Data for analysis:
*** Begin section ***

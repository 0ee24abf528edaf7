package alignment

import (
	"math"

	"gonum.org/v1/gonum/integrate/quad"
)

// spiral is a clothoid from infinite radius to R over its length: the angle it
// turns by, the coordinates of its end along and square to the tangent, the
// shift of the arc and the abscissa of the shifted centre. Metres, radians.
type spiral struct{ angle, x, y, shift, abscissa float64 }

func (r *rule) spiralAt(length, radius float64) spiral {
	if length <= 0 {
		return spiral{}
	}
	s := spiral{angle: length / (2 * radius)}
	s.x, s.y = r.run(0, 0, 1/(radius*length), length)
	sin, cos := math.Sincos(s.angle)
	s.shift = s.y - radius*(1-cos)
	s.abscissa = s.x - radius*sin
	return s
}

// order is the number of points of one panel of the quadrature.
const order = 10

// rule holds the nodes and weights of Gauss–Legendre quadrature on [−1, 1].
type rule struct{ x, w [order]float64 }

func newRule() *rule {
	r := new(rule)
	quad.Legendre{}.FixedLocations(r.x[:], r.w[:], -1, 1)
	return r
}

// panelAngle is the greatest change of direction in radians that one panel of
// the quadrature takes. With ten points the error of a panel is below
// L·(angle)^20/20!/10^9, so 0.75 rad leaves nothing of double precision.
const panelAngle = 0.75

// run integrates a curve whose direction starts at azimuth az with curvature k
// that grows by c per metre: it returns how far it gets after l metres, along
// the axis from which az is measured and square to it.
func (r *rule) run(az, k, c, l float64) (x, y float64) {
	turned := math.Max(math.Abs(k*l), math.Abs(k*l+c*l*l)) + math.Abs(c*l*l/2)
	n := int(math.Ceil(turned/panelAngle)) + 1
	h := l / float64(2*n)
	for i := range n {
		mid := h * float64(2*i+1)
		for j, at := range r.x {
			u := mid + h*at
			sin, cos := math.Sincos(az + k*u + c/2*u*u)
			x += r.w[j] * cos
			y += r.w[j] * sin
		}
	}
	return x * h, y * h
}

*** End section ***

Directions: Output only the lines that run from the one containing "centre. Metres, radians." through the last line of the material above, both included.

Answer to this problem:
// shift of the arc and the abscissa of the shifted centre. Metres, radians.
type spiral struct{ angle, x, y, shift, abscissa float64 }

func (r *rule) spiralAt(length, radius float64) spiral {
	if length <= 0 {
		return spiral{}
	}
	s := spiral{angle: length / (2 * radius)}
	s.x, s.y = r.run(0, 0, 1/(radius*length), length)
	sin, cos := math.Sincos(s.angle)
	s.shift = s.y - radius*(1-cos)
	s.abscissa = s.x - radius*sin
	return s
}

// order is the number of points of one panel of the quadrature.
const order = 10

// rule holds the nodes and weights of Gauss–Legendre quadrature on [−1, 1].
type rule struct{ x, w [order]float64 }

func newRule() *rule {
	r := new(rule)
	quad.Legendre{}.FixedLocations(r.x[:], r.w[:], -1, 1)
	return r
}

// panelAngle is the greatest change of direction in radians that one panel of
// the quadrature takes. With ten points the error of a panel is below
// L·(angle)^20/20!/10^9, so 0.75 rad leaves nothing of double precision.
const panelAngle = 0.75

// run integrates a curve whose direction starts at azimuth az with curvature k
// that grows by c per metre: it returns how far it gets after l metres, along
// the axis from which az is measured and square to it.
func (r *rule) run(az, k, c, l float64) (x, y float64) {
	turned := math.Max(math.Abs(k*l), math.Abs(k*l+c*l*l)) + math.Abs(c*l*l/2)
	n := int(math.Ceil(turned/panelAngle)) + 1
	h := l / float64(2*n)
	for i := range n {
		mid := h * float64(2*i+1)
		for j, at := range r.x {
			u := mid + h*at
			sin, cos := math.Sincos(az + k*u + c/2*u*u)
			x += r.w[j] * cos
			y += r.w[j] * sin
		}
	}
	return x * h, y * h
}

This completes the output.